Here’s where things get a little less clear. Essentially, as funding was due to be extended, our lab was contacted and told that our funding wasn’t going to be renewed. There was little explanation as to why. None of it was very clear. Any follow-up hit a brick wall.

The next part is my interpretation of events. My belief and feeling is that probably somebody further up the chain of funding was probably reviewing programs and after looking at our overall scientific output, in terms of papers and studies, saw that we generally did not toe the party line, as I said. What I think happened is that as a result of this, when the decision came down about funding, they decided they weren’t going to extend funding. The reason I feel this is the case is because our lab was well respected. We were well respected even in this vein of research. This wasn’t something new for us. Other labs were also doing research in a very similar vein but they had a history of putting out papers that had, like I said, toed the party line. In other words, some other labs were finding that this Schedule I substance had an extreme harmful physical effect on model animals as well as on humans, and so their funding was extended. It’s not proof positive, but there’s a strong indication there that the reason our funding was cut was not due to scientific reasoning alone. That’s definitely my feeling on the topic. It can be debated. But that’s how some others in my group felt. Others hinted that that’s how they felt, but were too politically cautious to say so outright.
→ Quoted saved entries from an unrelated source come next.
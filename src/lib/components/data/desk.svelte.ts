/**
 * The desk on which a sheet is settled: what was read, what people decided, what is still open. The sheet itself never
 * changes; every decision is kept beside it, can be undone, and is saved by itself.
 */
import { propose, settle } from '$lib/assay';
import { Autosave, type SaveOutcome } from '$lib/client/autosave';
import { setSaveState } from '$lib/client/save-state.svelte';
import { change, redo, startHistory, undo, type History } from '$lib/client/undo';
import type { SpeciesContent } from '$lib/schemas/scheme';
import type {
	Answer,
	Block,
	CellCorrection,
	ColumnMapping,
	Conditions,
	Finding,
	GridWorkbook,
	PeakMapping,
	Proposal,
	SavedMapping,
	Settlement,
	TableProposal
} from '$lib/schemas/sheet';
import type { SheetWork, TableWork } from '$lib/schemas/sheet-work';
import { DrawnTables } from './drawn';
import { litCells } from './lit';
import { stamp } from './stamp';

export interface DeskInput {
	sheetId: string;
	version: number;
	workbook: GridWorkbook;
	work: SheetWork;
	species: SpeciesContent[];
	saved: SavedMapping[];
	/** Keys of the tables that are runs already. */
	confirmed: string[];
	canWrite: boolean;
	/** Name that a correction carries until the service has signed it. */
	me: string;
	/** Told after each save; what else shows the count of open questions can ask for it anew. */
	onsaved?: () => void;
}

interface Conflict {
	version: number;
	work: SheetWork;
}

export class Desk {
	readonly proposal: Proposal;
	key = $state('');
	conflict = $state.raw<Conflict | null>(null);
	private history: History<SheetWork> = $state.raw(startHistory<SheetWork>({ tables: {} }));
	private readonly drawn: DrawnTables;
	private readonly autosave: Autosave<SheetWork, Conflict>;

	constructor(private readonly input: DeskInput) {
		this.proposal = propose(input.workbook, input.species, { saved: input.saved });
		this.drawn = new DrawnTables(input.workbook, input.species, input.saved);
		this.history = startHistory(input.work);
		this.key =
			this.proposal.tables.find((t) => !input.confirmed.includes(t.id))?.id ?? this.keys[0] ?? '';
		this.autosave = new Autosave<SheetWork, Conflict>({
			version: input.version,
			save: (work, version) => this.send(work, version),
			onstatus: setSaveState,
			onconflict: (theirs) => (this.conflict = theirs)
		});
	}

	get work(): SheetWork {
		return this.history.present;
	}
	get keys(): string[] {
		const found = this.proposal.tables.map((t) => t.id);
		return [...found, ...Object.keys(this.work.tables).filter((key) => !found.includes(key))];
	}
	get canUndo(): boolean {
		return this.history.past.length > 0;
	}
	get canRedo(): boolean {
		return this.history.future.length > 0;
	}
	get version(): number {
		return this.autosave.version;
	}

	/** The proposal of a table; one that a person drew is proposed from its own rows. */
	tableOf(key: string): TableProposal | null {
		const found = this.proposal.tables.find((t) => t.id === key);
		if (found) return found;
		const own = this.work.tables[key];
		if (!own) return null;
		const { sheet, block, headerRows } = own.mapping;
		return this.drawn.propose({ key, sheet, block, headerRows });
	}

	workOn(key: string): TableWork | null {
		const own = this.work.tables[key];
		if (own) return own;
		const table = this.proposal.tables.find((t) => t.id === key);
		return table ? { mapping: table.mapping, answers: {}, corrections: [], name: '' } : null;
	}

	readonly table = $derived.by(() => this.tableOf(this.key));
	readonly own = $derived.by(() => this.workOn(this.key));
	readonly settlement = $derived.by((): Settlement | null => {
		const { workbook, species } = this.input;
		const { own } = this;
		if (!own) return null;
		const { mapping, answers, corrections } = own;
		return settle({ workbook, species, mapping, answers, corrections });
	});
	/** Level of the gravest finding that lights a cell of the present table, and whether it waits for an answer. */
	readonly lit = $derived.by(() => litCells(this.settlement?.findings ?? []));

	private change(next: Partial<TableWork>, mergeKey: string | null = null): void {
		const { own, key } = this;
		if (!own || !this.input.canWrite) return;
		const tables = { ...this.work.tables, [key]: { ...own, ...next } };
		this.take(change(this.history, { tables }, mergeKey && `${key} ${mergeKey}`));
	}

	private take(history: History<SheetWork>): void {
		this.history = history;
		this.autosave.queue(history.present);
	}

	undo(): void {
		this.take(undo(this.history));
		if (!this.own) this.key = this.keys[0] ?? '';
	}
	redo(): void {
		this.take(redo(this.history));
	}

	answer(finding: Finding, answer: Answer | null): void {
		if (!this.own) return;
		const { [finding.id]: _before, ...others } = this.own.answers;
		this.change({ answers: answer ? { ...others, [finding.id]: answer } : others }, `answer ${finding.id}`);
	}

	setColumn(column: number, next: Partial<ColumnMapping>): void {
		if (!this.own) return;
		const columns = this.own.mapping.columns.map((c) => (c.column === column ? { ...c, ...next } : c));
		this.change({ mapping: { ...this.own.mapping, columns } }, `column ${column}`);
	}

	setPeak(peak: string, next: Partial<PeakMapping>): void {
		if (!this.own) return;
		const peaks = (this.own.mapping.peaks ?? []).map((p) => (p.peak === peak ? { ...p, ...next } : p));
		this.change({ mapping: { ...this.own.mapping, peaks } }, `peak ${peak}`);
	}

	setConditions(next: Partial<Conditions>): void {
		if (!this.own) return;
		const before = this.own.mapping.conditions ?? { temperature: null, initial: {}, excess: {} };
		this.change({ mapping: { ...this.own.mapping, conditions: { ...before, ...next } } }, 'conditions');
	}

	setName(name: string): void {
		this.change({ name }, 'name');
	}

	/** Other rows count as the data; columns and answers stay. */
	setRows(firstRow: number, lastRow: number): void {
		if (!this.own) return;
		const { mapping } = this.own;
		const headerRows = mapping.headerRows.filter((r) => r < firstRow);
		this.change({ mapping: { ...mapping, headerRows, block: { ...mapping.block, firstRow, lastRow } } });
	}

	/** Another block counts as the data; columns that are new to it are proposed like any other. */
	setBlock(block: Block): void {
		if (!this.own) return;
		const { mapping } = this.own;
		const headerRows = mapping.headerRows.filter((r) => r < block.firstRow);
		const kept = mapping.columns.filter((c) => c.column >= block.firstColumn && c.column <= block.lastColumn);
		const proposed = this.drawn.columnsOf({ key: 'edge', sheet: mapping.sheet, block, headerRows });
		const added = proposed.filter((c) => !kept.some((k) => k.column === c.column));
		const columns = [...kept, ...added].sort((a, b) => a.column - b.column);
		this.change({ mapping: { ...mapping, headerRows, block, columns } }, 'block');
	}

	correct(cell: string, original: string, corrected: string, reason: string): void {
		const sheet = this.own?.mapping.sheet ?? '';
		const [by, at] = [this.input.me, stamp()];
		this.change({ corrections: [...this.without(cell), { sheet, cell, original, corrected, reason, by, at }] });
	}
	uncorrect(cell: string): void {
		this.change({ corrections: this.without(cell) });
	}
	private without(cell: string): CellCorrection[] {
		return (this.own?.corrections ?? []).filter((c) => c.cell !== cell);
	}

	/** Rows that the person said belong to a run of their own, or rows marked by hand where none was found. */
	addTable(sheet: string, block: Block): string | null {
		if (!this.input.canWrite) return null;
		const near = Object.values(this.work.tables).find((t) => t.mapping.sheet === sheet);
		const headerRows = (this.own?.mapping ?? near?.mapping)?.headerRows ?? null;
		const key = nextKey(this.keys);
		const table = this.drawn.propose({ key, sheet, block, headerRows });
		if (!table) return null;
		const own: TableWork = { mapping: table.mapping, answers: {}, corrections: [], name: '' };
		this.take(change(this.history, { tables: { ...this.work.tables, [key]: own } }));
		this.key = key;
		return key;
	}

	/** Saves what waits; false when it could not be. */
	async settleSaves(): Promise<boolean> {
		await this.autosave.flush();
		return !this.autosave.dirty && this.conflict === null;
	}

	keepMine(): void {
		if (!this.conflict) return;
		this.autosave.resume(this.conflict.version);
		this.conflict = null;
		this.autosave.queue(this.work);
	}
	takeTheirs(): void {
		if (!this.conflict) return;
		const { version, work } = this.conflict;
		this.autosave.discard();
		this.autosave.resume(version);
		this.conflict = null;
		this.history = change(this.history, work);
		setSaveState('idle');
	}

	private async send(work: SheetWork, version: number): Promise<SaveOutcome<Conflict>> {
		const response = await fetch(`/api/v1/sheets/${this.input.sheetId}`, {
			method: 'PATCH',
			headers: { 'content-type': 'application/json', 'if-match': `"${version}"` },
			body: JSON.stringify({ work })
		});
		const body = (await response.json()) as { version: number; code?: string; detail?: string; data?: Conflict };
		if (response.ok) {
			this.input.onsaved?.();
			return { kind: 'saved', version: body.version };
		}
		if (body.code === 'version-changed' && body.data) return { kind: 'conflict', theirs: body.data };
		const again = response.status >= 500 || response.status === 429;
		return { kind: 'failed', message: body.detail ?? 'the service refused it', again };
	}
}

function nextKey(keys: string[]): string {
	let n = keys.length + 1;
	while (keys.includes(`t${n}`)) n++;
	return `t${n}`;
}
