import { describe, expect, it } from 'vitest';
import { SheetView } from '$lib/assay';
import type { ColumnMapping, GridWorkbook, Mapping } from '$lib/schemas/sheet';
import { CellLooks, type Look } from './grid-cells';

const workbook: GridWorkbook = {
	fileName: 'run.csv',
	kind: 'text',
	dateSystem: 1900,
	styles: [],
	sheets: [
		{
			name: 'run',
			state: 'visible',
			rows: [
				{ r: 1, c: [[1, 'time'], [2, 'A']] },
				{ r: 2, c: [[1, 0], [2, '<LOQ'], [3, 'note']] },
				{ r: 3, c: [[1, 1], [2, 401]] },
				{ r: 5, c: [[1, 'mean']] }
			],
			merges: [],
			hiddenRows: [],
			hiddenColumns: [],
			filter: null,
			lastRow: 5,
			lastColumn: 3
		}
	]
};
const series = (column: number, role: ColumnMapping['role']): ColumnMapping => ({ column, role, unit: null });
const mapping: Mapping = {
	table: 't1',
	sheet: 'run',
	block: { firstRow: 2, lastRow: 3, firstColumn: 1, lastColumn: 3 },
	headerRows: [1],
	layout: 'wide',
	columns: [series(1, 'time'), series(2, 'species'), series(3, 'ignore')],
	leftOutRows: [],
	decimal: '.'
};
const look: Look = {
	view: new SheetView(workbook, workbook.sheets[0]),
	mapping,
	block: mapping.block,
	lit: new Map([
		['B2', { level: 'ask', open: true, id: 'q' }],
		['A2', { level: 'ask', open: false, id: 'p' }]
	]),
	marked: new Set(['B2']),
	corrected: new Map([['B3', { sheet: 'run', cell: 'B3', original: '401', corrected: '410', reason: 'digits swapped', by: 'Mira' }]]),
	active: 'B2'
};
const classes = (over: Partial<Look>, row: number, column: number) =>
	new CellLooks({ ...look, ...over }).classes(row, column).split(' ');

describe('a cell of the sheet', () => {
	it('is lit by its finding, marked while that is looked at, and lit otherwise once it is answered', () => {
		expect(classes({}, 2, 2)).toEqual(['cell', 'right', 'ask', 'marked', 'active']);
		expect(classes({}, 2, 1)).toEqual(['cell', 'right', 'answered']);
	});
	it('stands back outside the block and in columns that are not used', () => {
		expect(classes({}, 5, 1)).toEqual(['cell', 'aside']);
		expect(classes({}, 2, 3)).toEqual(['cell', 'unused']);
		expect(classes({ block: { ...mapping.block, lastRow: 5 } }, 5, 1)).toEqual(['cell', 'right']);
	});
	it('reads as corrected, and says what the sheet holds', () => {
		const looks = new CellLooks(look);
		expect(looks.text(3, 2)).toBe('410');
		expect(looks.asReceived(3, 2)).toBe('On the sheet “401”, read as “410”: digits swapped (Mira)');
		expect(looks.asReceived(2, 2)).toBeUndefined();
	});
	it('belongs to the series of its row where times run across', () => {
		const rows = [1, 2].map((row) => ({ row, role: row === 1 ? ('time' as const) : ('species' as const), unit: null }));
		const across = { headerColumns: [1], leftOutColumns: [3], rows };
		const block = { firstRow: 1, lastRow: 2, firstColumn: 2, lastColumn: 3 };
		const turned: Mapping = { ...mapping, block, headerRows: [], columns: [], across };
		const looks = new CellLooks({ ...look, mapping: turned, block, lit: new Map(), marked: new Set(), active: null });
		expect(looks.ofRow(2)?.role).toBe('species');
		expect(looks.ofColumn(2)).toBeUndefined();
		expect(looks.classes(2, 2).split(' ')).toEqual(['cell', 'right']);
		expect(looks.classes(2, 3).split(' ')).toContain('aside');
	});
});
Q: Did you fight the decision?

A: We looked into it. But there’s no way to fight. The funding is gone, they made their decision. We stopped that research because their funding was crucial to our operations.

Q: Did you have to sign anything saying you wouldn’t talk about this?

A: No. That’s why I can talk to you about it. What concerns me is that if my identity were revealed, or even what project I was working on gets revealed, it could be very harmful to a number of people and their careers. Because a significant portion of research on Schedule I substances is supported by the NIDA, you don’t want to publicly speak out against it if you want to research these substances.

I could delve into the faulty assumptions of the recent study on the negative effects of moderate cannabis consumption, but this interview should give you enough reason to suspect its findings. The bottom line is that these sorts of studies are funded because they perpetuate commonly held myths about the dangers of drugs. As Columbia neuroscientist Carl Hart has pointed out again and again, the problem with drugs isn’t drug addiction or even the physiological damage that drugs might cause. The problem with drugs is drug policy. And it’s this misguided policy that’s driving our research.